(Dataset begins)
// newSafetyScreen builds the safety pass.
func newSafetyScreen(env *Env) Screen {
	p := safety.NewPass()
	n := len(p.Items)
	s := &safetyScreen{
		env:     env,
		page:    NewPage(env),
		side:    NewPage(env),
		pass:    p,
		ticks:   make([]widget.Bool, n),
		notes:   make([]widget.Editor, n),
		calcs:   make([]inlineCalc, n),
		jumps:   make([]widget.Clickable, n),
		general: NewCaution(env, "Before you pressurise", safety.CautionGeneral),
		now:     time.Now,
	}
	s.rig.SingleLine = true
	s.forms = newSafetyForms(env)
	for i, it := range p.Items {
		switch it.Calc {
		case safety.CalcWallStress:
			s.calcs[i] = newWallStep(env, s.forms, it)
		case safety.CalcRelief:
			s.calcs[i] = newReliefStep(env, s.forms, it)
		case safety.CalcTestEnergy:
			s.calcs[i] = newTestStep(env, s.forms, it)
		case safety.CalcCylinder:
			s.calcs[i] = newCylinderStep(env, s.forms, it)
		case safety.CalcOxygen:
			s.calcs[i] = newOxygenStep(env, s.forms, it)
		case safety.CalcSound:
			s.calcs[i] = newHearingStep(env, s.forms, it)
		}
	}
	return s
}

// Title implements Screen.
func (s *safetyScreen) Title() string { return safetyTitle }

// items returns the number of checklist items.
func (s *safetyScreen) items() int { return len(s.pass.Items) }

// goTo shows step i. The steps that share a calculator share its inputs
// (the vessel's MAWP typed on the relief step is the test step's), and the
// test step's charge pressure follows the vessel's MAWP until typed.
func (s *safetyScreen) goTo(i int) {
	s.step = max(0, min(i, s.items()))
	s.env.Invalidate()
}

// outcomeOf returns the worst outcome of item i's checks as they stand
// now, None for an item without a calculator or never shown.
func (s *safetyScreen) outcomeOf(i int) sheet.Outcome {
	st, ok := s.calcs[i].(*sheetStep)
	if !ok || !st.shownOnce() {
		return sheet.None
	}
	st.settle()
	w, _, _ := st.banner()
	return w
}

// failing lists the numbers of the items whose checks fail.
func (s *safetyScreen) failing() []string {
	var out []string
	for i := range s.calcs {
		if s.outcomeOf(i) == sheet.Fail {
			out = append(out, fmt.Sprintf("item %d", i+1))
		}
	}
	return out
}

// stepShowing returns the first step that shows input key of form f, or
// -1.
func (s *safetyScreen) stepShowing(f *Form, key string) int {
	for i, c := range s.calcs {
		st, ok := c.(*sheetStep)
		if !ok {
			continue
		}
		for _, p := range st.parts {
			if p.form == f && slices.Contains(p.keys, key) {
				return i
			}
		}
	}
	return -1
}

// update handles the controls of the step on show.
func (s *safetyScreen) update(gtx layout.Context) {
	for i := range s.ticks {
		if s.ticks[i].Update(gtx) {
			s.pass.Done[i] = s.ticks[i].Value
			s.saved = false
			s.undo = nil
		}
	}
	for i := range s.notes {
		for {
			ev, ok := s.notes[i].Update(gtx)
			if !ok {
				break
			}
			// Text set by code (a new pass, Undo) is not a change.
			if _, ok := ev.(widget.ChangeEvent); ok && s.notes[i].Text() != s.pass.Notes[i] {
				s.pass.Notes[i] = s.notes[i].Text()
				s.saved = false
				s.undo = nil
			}
		}
	}
	if s.step < s.items() {
		if c := s.calcs[s.step]; c != nil {
			c.Update(gtx)
		}
	}
	if s.prev.Clicked(gtx) {
		s.goTo(s.step - 1)
	}
	if s.next.Clicked(gtx) {
		s.goTo(s.step + 1)
	}
	if s.review.Clicked(gtx) {
		s.goTo(s.items())
	}
	for i := range s.jumps {
		if s.jumps[i].Clicked(gtx) {
			s.goTo(i)
		}
	}
	if s.save.Clicked(gtx) {
		s.saveTo(false)
	}
	if s.setAside.Clicked(gtx) {
		s.saveTo(true)
	}
	if s.openLog.Clicked(gtx) {
		s.env.Open(sheet.IDBenchLog)
	}
	if s.restart.Clicked(gtx) {
		s.restartWithUndo()
	}
	if s.undoBtn.Clicked(gtx) {
		s.undoRestart()
	}
}

// reset starts a new pass: ticks and notes cleared, calculators kept.
func (s *safetyScreen) reset() {
	s.pass.Reset()
	for i := range s.ticks {
		s.ticks[i].Value = false
		s.notes[i].SetText("")
	}
	s.status, s.statusBad, s.damaged, s.saved = "", false, false, false
	s.goTo(0)
}

// buildPass turns the current state into a bench-log pass.
func (s *safetyScreen) buildPass() store.Pass {
	p := store.Pass{
		Time:  s.now(),
		Title: "Safety pass before pressurising",
		Rig:   strings.TrimSpace(s.rig.Text()),
	}
	seen := map[string]bool{safety.CautionGeneral: true}
	p.Cautions = []string{safety.CautionGeneral}
	addCaution := func(c string) {
		if !seen[c] {
			seen[c] = true
			p.Cautions = append(p.Cautions, c)
		}
	}
	for i, it := range s.pass.Items {
		item := store.Item{ID: it.ID, Title: it.Title, Done: s.pass.Done[i], Note: strings.TrimSpace(s.pass.Notes[i])}
		if c := s.calcs[i]; c != nil {
			if st, ok := c.(*sheetStep); ok {
				st.settle()
			}
			item.Inputs = c.Typed()
			item.Verdicts = c.Checks()
			if nums := c.Numbers(); len(nums) > 0 {
				item.Numbers = nums
				item.Cautions = c.Cautions()
				// The gas's cautions (hydrogen, carbon dioxide) belong
				// to the whole pass, not only to the item's numbers.
				for _, l := range item.Cautions {
					addCaution(l)
				}
			}
		}
		for _, c := range it.Cautions {
			addCaution(c)
		}
		p.Items = append(p.Items, item)
	}
	return p
}

// saveTo saves the pass in the bench log (the log of the saved work, see
// benchBook.Save). With aside, an unreadable library is first set aside
// (kept under a dated name; the user chose that).
func (s *safetyScreen) saveTo(aside bool) {
	p := s.buildPass()
	where, err := bookFor(s.env).Save(p, aside)
	if err != nil {
		s.damaged = isDamaged(err)
		s.status, s.statusBad = "Not saved: "+err.Error(), true
		if s.damaged {
			s.status += ". You can keep the damaged log aside (kept under a dated name, not deleted) and save into a new one."
		}
		return
	}
	s.damaged, s.statusBad, s.saved = false, false, true
	s.status = fmt.Sprintf("Saved %s with %d of %d items ticked. %s", p.Time.Format("2006-01-02 15:04"), s.pass.Ticked(), s.items(), where)
}

// Layout implements Screen.
func (s *safetyScreen) Layout(gtx layout.Context) layout.Dimensions {
	s.update(gtx)
	if s.generalW == nil {
		s.generalW, s.progressW, s.navW = s.general.Layout, s.progress, s.navigation
	}
	s.ws = append(s.ws[:0], s.generalW, s.progressW)
	s.ws = append(s.ws, s.undoWidgets()...)
	if s.step >= s.items() {
		s.ws = append(s.ws, s.reviewPage()...)
		s.ws = append(s.ws, s.navW)
		return s.page.Layout(gtx, s.ws...)
	}
	s.inReview = false
	// On wide windows a step's numbers, its verdict on top, sit beside
	// its inputs.
	wide := splitWide(gtx)
	item, numbers := s.itemWidgets(s.step, wide)
	s.ws = append(append(s.ws, item...), s.navW)
	if len(numbers) == 0 {
		return s.page.Layout(gtx, s.ws...)
	}
	return splitLayout(gtx, s.page, s.side, nil, s.ws, numbers)
}

// reviewPage returns the review page's widgets, made again by reviewWidgets
// only when the ticks, the outcomes, the save's message or where passes
// are kept changed.
func (s *safetyScreen) reviewPage() []layout.Widget {
	if !s.inReview {
		s.inReview, s.reviewOK = true, false
	}
	var key safetyReviewKey
	ok := s.items() <= len(key.done)
	if ok {
		for i := range s.items() {
			key.done[i], key.out[i] = s.pass.Done[i], s.outcomeOf(i)
		}
		key.status, key.bad, key.damaged, key.saved = s.status, s.statusBad, s.damaged, s.saved
	}
	if ok && s.reviewOK {
		key.where = bookFor(s.env).whereKeyOf(s.reviewOld)
		if key == s.reviewKey {
			return s.reviewWs
		}
	}
	s.reviewOld = bookFor(s.env).oldThere()
	key.where = bookFor(s.env).whereKeyOf(s.reviewOld)
	s.reviewOK, s.reviewKey = ok, key
	s.reviewWs = s.reviewWidgets()
	return s.reviewWs
}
(Dataset ends)
Goal of the exercise: Of the lines above, retype only those from the line containing "func (s *safetyScreen) reset()" through the line containing "addCaution := func(c", including both, exactly.

Exercise answer:
func (s *safetyScreen) reset() {
	s.pass.Reset()
	for i := range s.ticks {
		s.ticks[i].Value = false
		s.notes[i].SetText("")
	}
	s.status, s.statusBad, s.damaged, s.saved = "", false, false, false
	s.goTo(0)
}

// buildPass turns the current state into a bench-log pass.
func (s *safetyScreen) buildPass() store.Pass {
	p := store.Pass{
		Time:  s.now(),
		Title: "Safety pass before pressurising",
		Rig:   strings.TrimSpace(s.rig.Text()),
	}
	seen := map[string]bool{safety.CautionGeneral: true}
	p.Cautions = []string{safety.CautionGeneral}
	addCaution := func(c string) {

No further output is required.